Within the data below, copy each line where the string "unknown" is found.

Data shown Start Marker

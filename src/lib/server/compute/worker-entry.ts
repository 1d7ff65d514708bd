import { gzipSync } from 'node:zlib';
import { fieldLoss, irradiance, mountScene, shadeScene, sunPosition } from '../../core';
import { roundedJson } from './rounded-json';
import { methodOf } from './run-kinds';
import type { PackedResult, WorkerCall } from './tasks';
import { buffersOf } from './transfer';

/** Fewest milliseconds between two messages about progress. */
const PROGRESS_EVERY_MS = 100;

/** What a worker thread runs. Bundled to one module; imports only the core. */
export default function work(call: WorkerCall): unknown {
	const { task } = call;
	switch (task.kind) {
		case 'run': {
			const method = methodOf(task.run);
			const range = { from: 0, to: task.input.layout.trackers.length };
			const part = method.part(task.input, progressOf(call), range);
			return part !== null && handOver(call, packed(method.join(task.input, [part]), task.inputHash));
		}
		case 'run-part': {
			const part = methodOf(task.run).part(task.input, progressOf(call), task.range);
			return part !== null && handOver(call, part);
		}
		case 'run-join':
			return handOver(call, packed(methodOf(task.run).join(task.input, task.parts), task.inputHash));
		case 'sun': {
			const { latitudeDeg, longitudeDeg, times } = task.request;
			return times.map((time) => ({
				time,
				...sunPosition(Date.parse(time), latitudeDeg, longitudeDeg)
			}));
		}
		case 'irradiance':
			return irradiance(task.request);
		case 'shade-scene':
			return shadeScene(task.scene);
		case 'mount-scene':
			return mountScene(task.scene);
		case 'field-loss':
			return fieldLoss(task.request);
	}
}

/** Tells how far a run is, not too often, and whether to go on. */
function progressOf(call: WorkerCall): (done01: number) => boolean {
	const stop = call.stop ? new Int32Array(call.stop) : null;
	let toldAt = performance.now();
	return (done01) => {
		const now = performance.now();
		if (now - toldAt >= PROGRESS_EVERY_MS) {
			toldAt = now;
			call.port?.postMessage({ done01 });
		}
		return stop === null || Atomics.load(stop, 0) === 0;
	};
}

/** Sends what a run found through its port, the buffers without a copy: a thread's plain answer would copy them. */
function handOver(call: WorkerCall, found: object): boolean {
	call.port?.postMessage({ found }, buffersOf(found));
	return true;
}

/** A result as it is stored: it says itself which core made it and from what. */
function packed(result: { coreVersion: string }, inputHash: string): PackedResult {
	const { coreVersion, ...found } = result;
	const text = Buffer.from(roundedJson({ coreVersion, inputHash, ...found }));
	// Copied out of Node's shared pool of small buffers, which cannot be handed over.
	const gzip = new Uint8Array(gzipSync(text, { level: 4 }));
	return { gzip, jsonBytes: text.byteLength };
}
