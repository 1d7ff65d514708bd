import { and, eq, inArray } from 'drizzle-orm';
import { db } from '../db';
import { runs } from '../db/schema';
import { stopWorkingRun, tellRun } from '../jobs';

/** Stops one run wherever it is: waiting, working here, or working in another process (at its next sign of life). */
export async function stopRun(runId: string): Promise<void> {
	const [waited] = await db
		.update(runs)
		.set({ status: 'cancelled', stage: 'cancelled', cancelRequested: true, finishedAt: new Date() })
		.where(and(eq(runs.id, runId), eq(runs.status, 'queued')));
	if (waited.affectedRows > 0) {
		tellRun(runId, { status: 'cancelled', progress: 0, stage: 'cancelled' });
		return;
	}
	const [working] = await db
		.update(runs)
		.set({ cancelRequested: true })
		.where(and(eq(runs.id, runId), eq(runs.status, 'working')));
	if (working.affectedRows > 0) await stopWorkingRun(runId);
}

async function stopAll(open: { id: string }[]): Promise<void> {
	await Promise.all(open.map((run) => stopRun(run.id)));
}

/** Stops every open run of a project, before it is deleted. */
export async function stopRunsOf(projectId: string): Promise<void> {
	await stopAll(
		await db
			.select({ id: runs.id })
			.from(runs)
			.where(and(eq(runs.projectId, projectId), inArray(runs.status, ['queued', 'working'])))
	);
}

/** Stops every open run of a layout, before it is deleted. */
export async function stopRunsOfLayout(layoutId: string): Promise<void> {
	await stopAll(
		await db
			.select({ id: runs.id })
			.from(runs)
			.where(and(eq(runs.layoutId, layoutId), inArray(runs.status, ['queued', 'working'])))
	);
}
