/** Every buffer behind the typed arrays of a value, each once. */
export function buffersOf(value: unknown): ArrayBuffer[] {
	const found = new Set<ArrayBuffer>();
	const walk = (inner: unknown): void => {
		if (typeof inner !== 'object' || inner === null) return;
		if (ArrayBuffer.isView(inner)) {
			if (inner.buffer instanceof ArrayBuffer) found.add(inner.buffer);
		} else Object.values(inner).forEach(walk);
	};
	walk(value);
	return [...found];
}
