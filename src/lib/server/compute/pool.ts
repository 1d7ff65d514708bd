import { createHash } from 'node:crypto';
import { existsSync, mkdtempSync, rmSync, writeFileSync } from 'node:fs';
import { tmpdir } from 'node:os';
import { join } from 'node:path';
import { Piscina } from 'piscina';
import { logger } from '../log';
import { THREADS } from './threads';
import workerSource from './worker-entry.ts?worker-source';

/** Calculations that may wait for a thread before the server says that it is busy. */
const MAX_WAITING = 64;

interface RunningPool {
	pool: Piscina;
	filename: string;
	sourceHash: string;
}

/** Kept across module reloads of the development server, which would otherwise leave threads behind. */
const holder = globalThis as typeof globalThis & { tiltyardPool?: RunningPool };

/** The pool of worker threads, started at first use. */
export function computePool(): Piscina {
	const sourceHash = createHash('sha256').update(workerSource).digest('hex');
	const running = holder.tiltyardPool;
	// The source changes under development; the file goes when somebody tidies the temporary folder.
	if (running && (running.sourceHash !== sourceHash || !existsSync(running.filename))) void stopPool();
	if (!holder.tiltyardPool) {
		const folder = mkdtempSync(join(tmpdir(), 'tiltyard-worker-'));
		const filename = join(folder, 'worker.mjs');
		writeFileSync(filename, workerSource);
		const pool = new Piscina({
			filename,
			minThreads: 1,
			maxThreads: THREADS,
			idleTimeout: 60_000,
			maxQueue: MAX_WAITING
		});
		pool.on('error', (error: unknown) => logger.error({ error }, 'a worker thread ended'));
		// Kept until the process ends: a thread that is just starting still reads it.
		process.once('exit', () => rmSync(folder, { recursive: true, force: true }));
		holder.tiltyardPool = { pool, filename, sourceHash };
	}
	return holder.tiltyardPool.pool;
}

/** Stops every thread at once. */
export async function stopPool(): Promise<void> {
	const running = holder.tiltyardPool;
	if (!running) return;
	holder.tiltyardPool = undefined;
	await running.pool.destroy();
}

Data shown End Marker

> _Response to the exercise_
export default function work(call: WorkerCall): unknown {
export function buffersOf(value: unknown): ArrayBuffer[] {
	const walk = (inner: unknown): void => {
		pool.on('error', (error: unknown) => logger.error({ error }, 'a worker thread ended'));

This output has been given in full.